Gene Expression Signatures Differentiate Ovarian/Peritoneal Serous Carcinoma from Diffuse Malignant Peritoneal Mesothelioma

Clinical Cancer Research. Vol. 12, 5944-5950, October 15, 2006. [Link]

Ben Davidson1, Zhen Zhang2, Lilach Kleinberg1, Mei Li3, Vivi Ann Flørenes1, Tian-Li Wang3 and Ie-Ming Shih2,3

Authors’ Affiliations: 1 Department of Pathology, Radiumhospitalet-Rikshospitalet Medical Center, University of Oslo, Oslo, Norway; and Departments of 2 Pathology and 3 Gynecology and Oncology, Johns Hopkins Medical Institutions, Baltimore Maryland

Requests for reprints: Ben Davidson, Department of Pathology, Radiumhospitalet-Rikshospitalet Medical Center, Montebello N-0310 Oslo, Norway. Phone: 47-22934871; Fax: 47-22508554; E-mail:


Purpose: Ovarian/primary peritoneal serous carcinoma (OC/PPC) and diffuse peritoneal malignant mesothelioma (DMPM) are highly aggressive tumors that are closely related morphologically and histogenetically. It remains unclear whether both tumors are molecularly distinct neoplasms. The current study compared global gene expression patterns in OC/PPC and DMPM.

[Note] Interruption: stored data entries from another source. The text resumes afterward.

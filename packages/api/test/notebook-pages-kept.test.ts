import { afterAll, beforeAll, describe, expect, it } from 'vitest';
import { fixture, postMultipart, studentIds, today } from './support/photos.js';
import { type Client, DEMO, signedIn, startTestApp, type TestApp } from './support/test-app.js';

// Notebook pages are kept between reads on SQLite (misses/page-cache.ts). Each write below is
// followed by the same read a parent's phone makes again, which must show the write at once.
let t: TestApp;
let owner: Client;
let coparent: Client;
let tutor: Client;
let wren: number;

type Item = { id: number; problem: string; note: string | null; photoCount: number };
async function firstPage(client: Client, query = ''): Promise<{ items: Item[]; total: number }> {
  return (await client.get(`/api/misses?page=1${query}`).expect(200)).body;
}

beforeAll(async () => {
  t = await startTestApp({ SIGN_IN_LIMIT_PER_MINUTE: '1000' });
  owner = await signedIn(t, DEMO.owner);
  coparent = await signedIn(t, DEMO.parent);
  tutor = await signedIn(t, DEMO.tutor);
  wren = (await studentIds(owner)).get('Wren')!;
}, 120_000);
afterAll(() => t.close());

describe('a notebook page read again after a write', () => {
  it('shows a miss logged by another parent of the household', async () => {
    const before = await firstPage(owner);
    const created = await coparent
      .post('/api/misses', {
        studentId: wren,
        occurredOn: today(),
        problem: '602 - 48',
        answer: '664',
      })
      .expect(201);
    const after = await firstPage(owner);
    expect(after.items[0]!.id).toBe(created.body.id);
    expect(after.total).toBe(before.total + 1);
  });

  it('shows an edit, a photo added and taken away, and a miss deleted', async () => {
    const id = (await firstPage(owner)).items[0]!.id;
    await coparent.send('patch', `/api/misses/${id}`, { note: 'talked it through' }).expect(200);
    expect((await firstPage(owner)).items[0]).toMatchObject({ id, note: 'talked it through' });

    const added = await postMultipart(coparent, `/api/misses/${id}/photos`, {}, [
      { name: 'p.png', data: fixture('sheet.png'), type: 'image/png' },
    ]).expect(201);
    expect((await firstPage(owner)).items[0]).toMatchObject({ id, photoCount: 1 });
    const photoId = (added.body.photos as { id: number }[])[0]!.id;
    await coparent.send('delete', `/api/photos/${photoId}`).expect(204);
    expect((await firstPage(owner)).items[0]).toMatchObject({ id, photoCount: 0 });

    await coparent.send('delete', `/api/misses/${id}`).expect(204);
    expect((await firstPage(owner)).items.map((m) => m.id)).not.toContain(id);
  });

  it('keeps each member to what they may see, filters apart', async () => {
    const all = await firstPage(owner);
    const wrens = await firstPage(owner, `&studentId=${wren}`);
    const tutors = await firstPage(tutor);
    expect(wrens.total).toBeLessThan(all.total);
    // The tutor sees the granted child only, though the owner's page of the same household
    // and filter was read just before.
    expect(tutors.total).toBe(wrens.total);
  });
});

Experimental Design: Ten OC/PPC and five DMPM effusions were analyzed for gene expression profiles using the Affymetrix U133 Plus 2 arrays and the dCHIP analysis program. Differentially expressed candidate genes were validated using quantitative real-time PCR and immunohistochemistry.

Results: Unsupervised hierarchical clustering using all 54,675 genes in the array classified the samples into two groups: DMPM specimens versus OC/PPC specimens. A total of 189 genes that were differentially expressed in these two groups were selected based on statistical significance. Genes overexpressed in DMPM (n = 68) included calretinin, vitronectin, claudin 15, alpha4 laminin, hyaluronan synthase 1, cadherin 11, RAB7, v-maf, and the epidermal growth factor–containing fibulin-like extracellular matrix protein 1. Genes overexpressed in OC/PPC (n = 121) included insulin-like growth factor II (IGF-II); IGF-II binding protein 3; cyclin E1; folate receptors 1 and 3; RAB25; MUC4; endothelin-1; CD24; kallikreins 6, 7, and 8; claudins 3, 4, and 6; Notch3; and MMP-7. Quantitative real-time PCR validated the differential expression of 13 genes, and immunohistochemistry confirmed the differences for four gene products.

Conclusions: Expression profiling separates OC/PPC from DMPM and identifies a number of genes that are differentially expressed in these tumors. The molecular signatures unique to OC/PPC and DMPM should provide a molecular basis to study both tumors and new potential markers for facilitating their differential diagnosis.